Der Service und das Kollektiv

Unser Essenslieferdienst und unser Kollektiv sind unmittelbar nach dem Exit von Deliveroo aus dem deutschen Markt im August 2019 als Initiative von ehemaligen Deliveroo-Kurier*innen entstanden. Nach einem analogen Anfang arbeiten wir ab Januar mit CoopCycle zusammen. CoopCycle ist ein Verein aus Paris, der eine Essenslieferdienst-Plattform für selbstverwaltete Kurier*innen entwickelt hat. Hier kannst du dir unsere Coopcycle-Plattform anschauen und sie ausprobieren: kolyma2.com! Wir möchten einen guten Service, das heißt eine schnelle und unkomplizierte Abwicklung der Bestellung anbieten. Als Betreiber unserer eigenen Food Delivery Platform achten wir vor allem auf Qualität bei der Auswahl unserer Partner-Restaurants. Viele von uns leben vegan und vegetarisch und wir möchten dieses Angebot auf unserer Plattform besser repräsentiert sehen. Etwas gut zu tun und dabei Gutes tun: das ist auch unsere Mission. Wir versuchen eine partizipative, selbstbestimmte und transparente Struktur aufzubauen. Zudem möchten wir wirtschaftlich und ökologisch nachhaltig arbeiten: wir liefern nur mit Fahrrädern also ganz Co2-Neutral und wir haben vor, ein Zero-Waste-Essenslieferdienst zu werden, um die Wunde der Einwegverpackungen bei den Essensliefersdiensten zu heilen. Am 20. September 2019 zum General-Strike von #fridaysforfuture haben wir nur mit wiederwendbaren Behältern geliefert und es hat sich sehr gut angefühlt: wir möchten das dieses gutes Gefühl unser Alltag wird. Zu unserer Rechtsform: ab dem 1. Juli arbeiten wir als autonomes Projekt innerhalb der SMart Genossenschaft, die rechtlich der eigentliche Betreiber der Plattform und des Essenslieferdienstes ist.
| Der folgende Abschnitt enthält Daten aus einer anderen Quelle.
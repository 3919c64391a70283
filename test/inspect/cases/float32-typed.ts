const scratch = new Float32Array(4);
const doubles = new Float64Array(4);
const fround = Math.fround;
declare const Unknown: number;
export function kernel(t: number, state: Float32Array, other: Float32Array | number[], out: number[]): number {
  const x1 = fround(t);
  const x2 = fround(scratch[0]! * x1);
  const x3 = fround(doubles[0]! * x1);
  //                ^ inspect.float32-operand
  const x4 = fround(x2 + other[1]!);
  //                     ^ inspect.float32-operand
  out[0] = fround(x2 + state[1]!);
  out[1] = fround(x3 + x4);
  out[6] = fround(x2 * Infinity);
  out[7] = fround(x2 * NaN);
  out[8] = fround(x2 * Unknown);
  //                   ^ inspect.float32-operand
  out[2] = 16777217;
  //       ^ inspect.float32-literal
  out[3] = 16777216;
  for (const v of state) out[4] = fround(v * x2);
//^ inspect.iteration inspect.unbounded-loop
  //                                     ^ inspect.float32-operand
  for (let i = 16777215; i < 16777218; i++) out[5] = fround(i * x2);
  //                                                        ^ inspect.float32-operand
  for (let i = 16777214; i < 16777216; i++) out[5] = fround(i * x2);
  return 0;
}
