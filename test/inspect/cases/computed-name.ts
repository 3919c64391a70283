const key = 'sqrtA';
const third = 2;

export function find(o: Record<string, number>, name: string, list: number[], k: number): number {
  const a = o[name];
  //          ^ inspect.computed-name
  const { [name]: b } = o;
  //      ^ inspect.computed-name
  const { [key]: c } = o;
  return a! + b! + c! + o[key]! + o['e']! + list[k]! + list[third]! + list[k + 1]! + list[Math.floor(k)]!;
}
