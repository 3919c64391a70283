const fround = Math.fround;
export const stateWords = 2;
export function setup(elements, state) {
  const sqrtA = elements.sqrtA;
  if (!(sqrtA >= 5150 && sqrtA <= 5160)) return sqrtA - sqrtA === 0 ? 1 : 3;
  const x1 = sqrtA * sqrtA;
  state[0] = x1;
  state[1] = fround(Math.sqrt(x1));
  return 0;
}
export function position(t, state, out) {
  const s0 = state[0];
  if (!(s0 > 0)) return 1;
  if (!(t >= -7200 && t <= 7200)) return t - t === 0 ? 2 : 3;
  const x2 = s0 * t;
  const x3 = x2 < 1 ? x2 : -x2;
  out[0] = x3;
  return 0;
}
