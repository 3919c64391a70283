export function drop(o) {
  delete o.x;
//^ inspect.delete
}

export function clear(o) {
  o.x = 0;
}
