const cos = Math.cos;
const { atan2: angle } = Math;
const M = Math;
const quarter = Math.sin(Math.PI / 2);

export function orbit(E) {
  const a = Math.sin(E);
  //             ^ inspect.engine-function
  const b = cos(E);
  //        ^ inspect.engine-function
  const c = angle(a, b);
  //        ^ inspect.engine-function
  const d = M.exp(c);
  //          ^ inspect.engine-function
  const e = d ** 2;
  //          ^ inspect.engine-function
  const f = Math['tan'](e);
  //        ^ inspect.engine-function
  return f + quarter;
}

const root = Math.sqrt;
export function exact(x) {
  return root(x) + Math.abs(x) + Math.floor(x) + Math.fround(x) + Math.PI;
}
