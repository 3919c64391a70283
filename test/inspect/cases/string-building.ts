const name = 'sat';
const title = name + ' ' + name;

export function label(id: string, n: number): string {
  const a = id + 'x';
  //           ^ inspect.string-building
  let b = a;
  b += id;
  //^ inspect.string-building
  const c = String(n);
  //        ^ inspect.string-building
  const d = n.toFixed(2);
  //          ^ inspect.string-building
  return n === 0 ? title : b === c ? c : d;
}

// Numbers are added; comparing and returning strings that exist builds none.
export function status(n: number): string {
  return n + 1 > 2 ? 'late' : 'good';
}
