const rounds = 8;
let limit = 8;

export function data(n, out) {
  for (let i = 0; i < n; i++) out[i] = i;
//^ inspect.unbounded-loop
  while (out[0] < 3) out[0] = out[0] + 1;
//^ inspect.unbounded-loop
  do out[1] = 0; while (out[1] > 0);
//^ inspect.unbounded-loop
  for (const key in out) out[0] = key;
//^ inspect.unbounded-loop
  for (;;) break;
//^ inspect.unbounded-loop
}

export function steady(out) {
  for (let i = 0; i < 8; i++) out[i] = i;
  for (let j = 0; j < rounds; j += 2) out[j] = j;
  for (let k = 7; k >= 0; k--) out[k] = k;
  for (let m = 0; 8 > m; m = m + 1) out[m] = m;
  for (let q = -4; q !== undefined && q < 4; q++) out[0] = q;
//^ inspect.unbounded-loop
  for (let r = 0; r < 8; r++) {
    if (out[r] === 0) continue;
    if (out[r] === 1) break;
  }
}

// The old form: one var, declared before and written by the loop alone.
export function old(out) {
  var i;
  for (i = 0; i < 4; i++) out[i] = i;
  for (i = 0; i < 4; i++) out[i] = -i;
}

export function steps(out, n) {
  for (let i = 0; i < 8; ++i) out[i] = 0;
  for (let i = 8; i > 0; --i) out[i] = 0;
  for (let i = 1; i < 8; i *= 2) out[i] = 0;
//^ inspect.unbounded-loop
  for (let i = 1; i < 8; i = 2 * i) out[i] = 0;
//^ inspect.unbounded-loop
  for (let i = 1; i < 8; i = n) out[i] = 0;
//^ inspect.unbounded-loop
  for (let i = 1; i < 8; n += 1) out[i] = 0;
//^ inspect.unbounded-loop
  for (let i = 1; i < 8; n++) out[i] = 0;
//^ inspect.unbounded-loop
  for (let i = 1; i < 8; ) out[i] = 0;
//^ inspect.unbounded-loop
}

export function index(out) {
  for (let i = 0; i < 8; i++) {
//^ inspect.unbounded-loop
    if (out[i] === 0) i = 0;
  }
  for (let j = 0; j < 8; j--) out[j] = 0;
//^ inspect.unbounded-loop
  for (let k = 0; k < limit; k++) out[k] = 0;
//^ inspect.unbounded-loop
  for (let m = 0; m < 1; m += 0.1) out[0] = m;
//^ inspect.unbounded-loop
  for (let q = 0; q < 8; q += 0) out[q] = q;
//^ inspect.unbounded-loop
}

let shared = 0;
function rewind() {
  shared = 0;
}

// The index is a variable that another function may write.
export function seen() {
  for (shared = 0; shared < 8; shared++) rewind();
//^ inspect.unbounded-loop
}

export function grow() {
  limit = limit + 1;
}
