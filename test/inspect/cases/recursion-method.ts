export class Tree {
  left: Tree | null = null;
  depth(): number {
    return this.left === null ? 0 : this.left.depth();
    //                                        ^ inspect.outside-call inspect.recursion
  }
}

export const again = function walk(n: number): number {
  return n > 0 ? walk(n - 1) : 0;
  //             ^ inspect.recursion
};
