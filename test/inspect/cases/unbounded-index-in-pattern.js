export function pattern(p) {
  for (let i = 0; i < 8; i++) ({ i } = p);
//^ inspect.unbounded-loop
  for (let j = 0; j < 8; j++) ({ a: j = 1 } = p);
//^ inspect.unbounded-loop
  for (let k = 0; k < 8; k++) for (k in p) p[0] = 1;
//^ inspect.unbounded-loop
  //                          ^ inspect.unbounded-loop
  for (let m = 0; m < 8; m++) ({ m: p.x } = p);
}
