export function rest(p) {
  const { x, ...others } = p;
  //         ^ inspect.object-rest
  return x + others.y;
}

export function parts(p) {
  const { x, y: z } = p;
  return x + z;
}
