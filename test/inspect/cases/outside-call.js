import { helper } from './helper.js';

export function calls(x, f, o) {
  const a = helper(x);
  //        ^ inspect.outside-call
  const b = f(x);
  //        ^ inspect.outside-call
  const c = o.step(x);
  //          ^ inspect.outside-call
  const d = Math.max(a, b);
  //             ^ inspect.outside-call
  const e = Number.isFinite(c);
  //               ^ inspect.outside-call
  using g = d;
//^ inspect.outside-call
  return e ? g : own(x);
}

const own = (x) => x + 1;
const alias = own;
export function inside(x) {
  return alias(own(x));
}

// A function variable that is written again may be anything.
let changing = own;
export function swap(f) {
  changing = f;
  return changing(1);
  //     ^ inspect.outside-call
}
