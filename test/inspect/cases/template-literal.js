export function label(n) {
  const constant = `no substitution`;
  const built = `satellite ${n}`;
  //            ^ inspect.template-literal
  return n === 0 ? constant : built;
}

const loaded = `${1 + 1}`;
export function two() {
  return loaded;
}
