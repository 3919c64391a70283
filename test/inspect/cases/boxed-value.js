const tag = Symbol('t');
const big = 10n;

export function boxes(x) {
  const n = new Number(x);
  //        ^ inspect.boxed-value
  const s = Symbol();
  //        ^ inspect.boxed-value
  const b = BigInt(x);
  //        ^ inspect.boxed-value
  const c = 12n;
  //        ^ inspect.boxed-value
  const e = c * 3n;
  //          ^ inspect.boxed-value
  //            ^ inspect.boxed-value
  const d = 12;
  return n === s ? b : c === tag ? d : e - big;
  //                                     ^ inspect.boxed-value
}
Wir etablieren uns jeden Tag mehr in der Stadt als glaubwürdige Alternative zum großen Monopolisten.



Business Model & Deal

Ein paar Worte über unser Geschäftsmodell. Unser Ziel ist um die 30€ Brutto pro Kurier*in pro Stunde zu erwirtschaften: das ist der Preis auf dem Markt einer professionellen Radkurier*in. Dieses Ziel zu erreichen, würde es ermöglichen uns fair zu bezahlen und eine wirtschaftlich nachhaltige Struktur aufzubauen. Wir rechnen langfristig mit durchschnittlich drei Bestellungen pro Stunde pro Kurier. Das bedeutet, dass für jede Bestellung 10€ erwirtschaften müssen, da wir nicht auf den Millionen von Investoren sitzen. Wir sind experimentierfreudig und dafür offen, unser Geschäftsmodell zu überdenken und andere Ansätze auszuprobieren. Das vorausgesetzt kommen wir endlich zu den Konditionen. Die Restaurateur*innen können grundsätzlich ihre Bedingungen selbst bestimmen und zusammenbasteln aber wir haben die Mindestgrenze, die wir pro Bestellung bekommen sollten auf 9€ pro Lieferung festgesetzt. Diese mindestens 9€ pro Bestellung setzen sich aus den 4 Parametern zusammen, die wir in unserer Coopcycle-Plattform einstellen können und zwar:

  1. Eine feste Liefergebühr, die von den Kundinnen getragen wird: bei den meistens Restaurants sind es 3 €, aber einige haben sich für eine höhere Liefergebühr entschieden bis zu 7€;
  2. Eine mögliche feste Liefergebühr, die vom Restaurant bestimmt wird: aktuell zwischen 0€ und 4€;
  3. Eine Provision als Prozentsatz auf dem Bestellwert: aktuell zwischen 0% und 30%;
  4. Der Mindestbestellwert: aktuell zwischen 10€ und 30€; je nachdem wie die anderen Parameter eingestellt sind
Die Preise der Gerichte in der Plattform können erhöht werden: das ist den Restaurateuri*nnen überlassen. Ein Prozentsatz auf dem verkauften Essen ist nicht obligatorisch, wäre aber schön. Mindestens 10% vor allem in dieser Anfangsphase würde uns schon freuen. Die Konditionen können jederzeit von dir geändert werden. Hier einige Beispiel-Modellen, die unsere Partner-Restaurants für sich gewählt haben:

  1. 3€ Liefergebühr Kunde, 0€ Liefergebühr Resto, 20% Provision, 30€ Mindestbestellwert;
  2. 3€ Liefergebühr Kunde, 0€ Liefergebühr Resto, 30% Provision, 20€ Mindestbestellwert;
  3. 3€ Liefergebühr Kunde, 4€ Liefergebühr Resto, 10% Provision, 20€ Mindestbestellwert;
  4. 7€ Liefergebühr Kunde, 0€ Liefergebühr Resto, 12% Provision, 17€ Mindestbestellwert.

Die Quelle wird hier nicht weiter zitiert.